(Saved entries)
┄┄┄┄┄┄

//! Cottrell plus RC charging fitted jointly (Cottrell, Z. Phys. Chem. 42 (1903) 385; RC
//! charging as in Bard & Faulkner, Electrochemical Methods, 2nd ed., 2001): recovery of
//! D, Ru and Cdl from noisy synthetic transients that include the charging region.

use diffusor_fit::constants::CM2_PER_S;
use diffusor_fit::models::charging::{ChargingFit, fit_cottrell_charging};
use diffusor_fit::models::common::{ModelError, Transient};
use diffusor_fit::models::planar::cottrell_current_a;
use rand::SeedableRng;
use rand::rngs::StdRng;
use rand_distr::{Distribution, Normal};

const AREA_M2: f64 = 7.07e-6;
const C: f64 = 1.0;
const D_M2_S: f64 = 7.2e-6 * CM2_PER_S;
/// A 0.5 V step through 100 Ω onto 20 µF/cm² × 0.0707 cm² = 1.41 µF: τ = 141 µs.
const STEP_V: f64 = 0.5;
const RU_OHM: f64 = 100.0;
const CDL_F: f64 = 1.414e-6;

fn transient(seed: u64) -> (Vec<f64>, Vec<f64>) {
    transient_from(seed, 2e-5, 2e-8)
}

/// 2000 samples 20 µs apart from `t_first` on, with a background `b` and 50 nA of noise.
fn transient_from(seed: u64, t_first: f64, b: f64) -> (Vec<f64>, Vec<f64>) {
    let mut rng = StdRng::seed_from_u64(seed);
    let noise = Normal::new(0.0, 5e-8).expect("normal");
    let tau = RU_OHM * CDL_F;
    let t: Vec<f64> = (0..2000).map(|k| t_first + 2e-5 * k as f64).collect();
    let i = t
        .iter()
        .map(|&t| {
            cottrell_current_a(1.0, AREA_M2, C, D_M2_S, t)
                + b
                + STEP_V / RU_OHM * (-t / tau).exp()
                + noise.sample(&mut rng)
        })
        .collect();
    (t, i)
}

/// The fit with this cell's n, A and C and its step height.
fn fit_cell(t: &[f64], i: &[f64]) -> ChargingFit {
    fit_cottrell_charging(
        &Transient {
            time_s: t,
            current_a: i,
        },
        Some((1.0, AREA_M2, C)),
        Some(STEP_V),
    )
    .expect("the charging fit")
}

#[test]
fn recovers_d_ru_and_cdl_with_every_point_used() {
    // Project requirement: true values within 2 % and inside the 95 % intervals, as coverage
    // over 40 seeds (at least 34).
    let (mut d_in, mut ru_in, mut c_in) = (0, 0, 0);
    for seed in 0..40 {
        let (t, i) = transient(seed);
        let fit = fit_cell(&t, &i);
        let d = fit.fit.diffusion_m2_s.unwrap();
        let (ru, cdl) = fit.ru_ohm_and_cdl_f.unwrap();
        if seed == 0 {
            println!(
                "D = {:.4e} ± {:.1e}, Ru = {:.3} ± {:.1e} Ω, Cdl = {:.4e} ± {:.1e} F, {} iterations",
                d.value,
                d.std_error,
                ru.value,
                ru.std_error,
                cdl.value,
                cdl.std_error,
                fit.fit.iterations
            );
        }
        for (name, est, truth) in [("D", d, D_M2_S), ("Ru", ru, RU_OHM), ("Cdl", cdl, CDL_F)] {
            assert!(
                (est.value / truth - 1.0).abs() < 0.02,
                "seed {seed}: {name} {est:?}"
            );
        }
        d_in += usize::from(d.ci95[0] < D_M2_S && D_M2_S < d.ci95[1]);
        ru_in += usize::from(ru.ci95[0] < RU_OHM && RU_OHM < ru.ci95[1]);
        c_in += usize::from(cdl.ci95[0] < CDL_F && CDL_F < cdl.ci95[1]);
        assert!(fit.fit.in_validity_range);
    }
    println!("coverage: D {d_in}/40, Ru {ru_in}/40, Cdl {c_in}/40");
    assert!(d_in >= 34 && ru_in >= 34 && c_in >= 34);
}

#[test]
fn a_transient_without_charging_is_refused() {
    // A rising current has no decaying part to call charging.
    let t: Vec<f64> = (1..=50).map(|k| 0.01 * k as f64).collect();
    let i: Vec<f64> = t.iter().map(|t| 1e-6 * t).collect();
    let err = fit_cottrell_charging(
        &Transient {
            time_s: &t,
            current_a: &i,
        },
        None,
        None,
    )
    .unwrap_err();
    assert!(matches!(err, ModelError::NotIdentifiable(_)), "{err:?}");
}

#[test]
fn a_charging_decay_barely_in_the_data_is_flagged() {
    // The same cell sampled from 9 τ after the step on: the charging current is down to
    // e^-9 = 1.2e-4 of ΔE/Ru at the first point, 0.6 µA on a 50 nA noise, and fades within
    // a few samples. The fit must say that τ and ΔE/Ru are not determined (this program's
    // convention: 10 % each) rather than present them as results.
    let (t, i) = transient_from(7, 9.0 * RU_OHM * CDL_F, 0.0);
    let fit = fit_cell(&t, &i);
    println!(
        "τ = {:?}, amplitude = {:?}; {}",
        fit.time_constant_s, fit.charging_amplitude_a, fit.fit.validity_check
    );
    assert!(!fit.fit.in_validity_range, "{}", fit.fit.validity_check);
    assert!(
        fit.fit
            .warnings
            .iter()
            .any(|w| w.message.contains("barely in the data")),
        "{:?}",
        fit.fit.warnings
    );
}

┄┄┄┄┄┄

== TASK PROMPT ==
Show every line of the data that includes the string "StdRng".

== RESPONSE TO THE EXERCISE ==
use rand::rngs::StdRng;
    let mut rng = StdRng::seed_from_u64(seed);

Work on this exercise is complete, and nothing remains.